## Work to be completed
If a line of the listing contains the string "other", return that line.

- Opening Delimiter -

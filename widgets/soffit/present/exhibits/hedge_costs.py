"""Costs of the walked hedge: the ladder from gross to net alpha, break-even, and the ceiling on what is left."""

from __future__ import annotations

import numpy as np

from soffit.present.exhibits.hedge import beta_sources
from soffit.present.exhibits.hedge_walk import featured
from soffit.present.spec import (
    Axis,
    AxisScale,
    Bars,
    Column,
    Exhibit,
    FigureSpec,
    Mark,
    NumberForm,
    Orientation,
    Role,
    Rule,
    TableSpec,
)
from soffit.present.wording.hedge import costs_finding, walk_phrase
from soffit.present.wording.numbers import show
from soffit.present.wording.sample import sample_line
from soffit.study import Study, WalkCosts

__all__ = ["ceiling_table", "costs_table", "exhibit", "ladder_figure"]

_BP = 1e-4


def exhibit(study: Study, asset: str | None = None, costs: WalkCosts | None = None) -> Exhibit:
    """Build the exhibit of the costs.

    Parameters
    ----------
    study : Study
        What it is about.
    asset : str, optional
        Asset whose ladder is drawn; the one with the largest promised alpha if None.
    costs : WalkCosts, optional
        Costs of other leg kinds or sides than the study's default, from ``study.costs(...)``.
    """
    costs = costs or study.costs()
    settings = study.settings
    name = asset or featured(costs.walk)
    return Exhibit(
        key="hedge-costs",
        title="What the hedges cost",
        sample=f"{sample_line(study)} · {walk_phrase(study, costs.walk)}",
        finding=costs_finding(costs, settings.ceiling, settings.ceiling_form),
        figures=(ladder_figure(study, costs, name),),
        tables=(costs_table(study, costs), ceiling_table(study, costs)),
        sources=(*beta_sources(study), "treynor-black-1973"),
        cautions=(
            "Costs are the analyst's figures, held constant; market impact, taxes and fees are not in them.",
            "Turnover is that of an asset held throughout and of legs traded at each re-hedge.",
        ),
        notes=(costs.walk.missing.reason,) if costs.walk.missing else (),
    )


def _footnote(study: Study, costs: WalkCosts) -> str:
    typed, bp = study.settings.costs, NumberForm.BASIS_POINTS
    kinds = ", ".join(
        f"{name} {kind}" for name, kind in zip(costs.walk.sample.factor_names, costs.rates.kinds, strict=True)
    )
    own = f", {len(typed.half_spreads)} set by name" if typed.half_spreads else ""
    return (
        f"{sample_line(study)}. Half-spreads {show(typed.asset_half_spread * _BP, bp)} on assets and "
        f"{show(typed.factor_half_spread * _BP, bp)} on legs{own}; financing {show(typed.financing * _BP, bp)} "
        f"and borrow {show(typed.borrow * _BP, bp)} a year. Legs: {kinds}."
    )


def ladder_figure(study: Study, costs: WalkCosts, asset: str) -> FigureSpec:
    """Draw one asset's alpha after each cost in turn, with the largest alpha that the ceiling sustains."""
    ladder = costs.ladder(asset)
    steps = ladder[::-1]  # the first category stands at the bottom
    names = tuple(str(name) for name in steps.index)
    roles = (Role.DELIVERED, *(Role.MUTED for _ in names[1:-1]), Role.PROMISED)
    marks: list[Mark] = [
        Bars(
            "ladder",
            np.arange(len(names), dtype=float),
            np.asarray(steps, dtype=np.float64),
            names,
            Orientation.HORIZONTAL,
            roles,
        ),
        Rule("zero", 0.0, Orientation.VERTICAL, Role.REFERENCE),
    ]
    under = costs.under(study.settings.ceiling, study.settings.ceiling_form)
    bound = float(under["bound"].get(asset, np.nan))
    if np.isfinite(bound):
        words = f"ceiling {show(study.settings.ceiling, NumberForm.RATIO)}"
        marks.append(Rule("ceiling", bound, Orientation.VERTICAL, Role.CEILING, words))
    listed = ", ".join(f"{name} {show(float(value), NumberForm.PERCENT)}" for name, value in ladder.items())
    return FigureSpec(
        key="hedge-costs-ladder",
        title=f"{asset}: alpha after each cost",
        x=Axis("Alpha, % a year", NumberForm.PERCENT),
        y=Axis("", NumberForm.TEXT, scale=AxisScale.CATEGORY, categories=names),
        marks=tuple(marks),
        alt=f"Alpha of {asset} a year: {listed}.",
        footnote=_footnote(study, costs),
        aspect=2.0,
    )


def costs_table(study: Study, costs: WalkCosts) -> TableSpec:
    """Tabulate costs, gross and net alpha, and break-even."""
    percent, ratio, bp = NumberForm.PERCENT, NumberForm.RATIO, NumberForm.BASIS_POINTS
    columns = (
        Column("side", "Side", NumberForm.TEXT),
        Column("turnover", "Turnover of legs, a year", ratio),
        Column("leg_trading", "Trading legs, a year", bp),
        Column("asset_trading", "Trading asset", bp),
        Column("borrow", "Borrow", bp),
        Column("financing", "Financing", bp),
        Column("cost", "All costs", bp),
        Column("gross_alpha", "Gross alpha, a year", percent),
        Column("net_alpha", "Net alpha, a year", percent),
        Column("net_t", "t", ratio),
        Column("net_appraisal", "Net appraisal ratio, a year", ratio),
        Column("break_even_multiple", "Break-even, times costs", ratio),
        Column("break_even_half_spread", "Break-even half-spread", bp),
    )
    return TableSpec(
        key="hedge-costs",
        title="Costs and net alphas of the hedges",
        columns=columns,
        frame=costs.table,
        footnote=(
            f"{_footnote(study, costs)} Turnover in units of the asset's value, drift between re-hedges, opening and "
            "closing counted. Break-even half-spread: on every leg, other costs as they are. A dash: nothing "
            "breaks even, or too few hedged periods."
        ),
    )


def ceiling_table(study: Study, costs: WalkCosts) -> TableSpec:
    """Tabulate the net alphas under the study's ceiling."""
    percent, ratio = NumberForm.PERCENT, NumberForm.RATIO
    settings = study.settings
    columns = (
        Column("net_alpha", "Net alpha, a year", percent),
        Column("bound", "Largest alpha", percent),
        Column("needed", "Ceiling needed", ratio),
        Column("status", "Status", NumberForm.TEXT),
        Column("p", "Exact p", NumberForm.PVALUE),
    )
    return TableSpec(
        key="hedge-costs-ceiling",
        title=f"Net alphas under a Sharpe ceiling of {show(settings.ceiling, ratio)} a year",
        columns=columns,
        frame=costs.under(settings.ceiling, settings.ceiling_form),
        footnote=(
            f"{_footnote(study, costs)} Ceiling binding {settings.ceiling_form}, over the hedged dates; costs "
            "taken as known. Exact p: probability of so large an appraisal ratio where the true one is at the bound."
        ),
    )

- Closing Delimiter -

## Exercise result
        Costs of other leg kinds or sides than the study's default, from ``study.costs(...)``.
            "closing counted. Break-even half-spread: on every leg, other costs as they are. A dash: nothing "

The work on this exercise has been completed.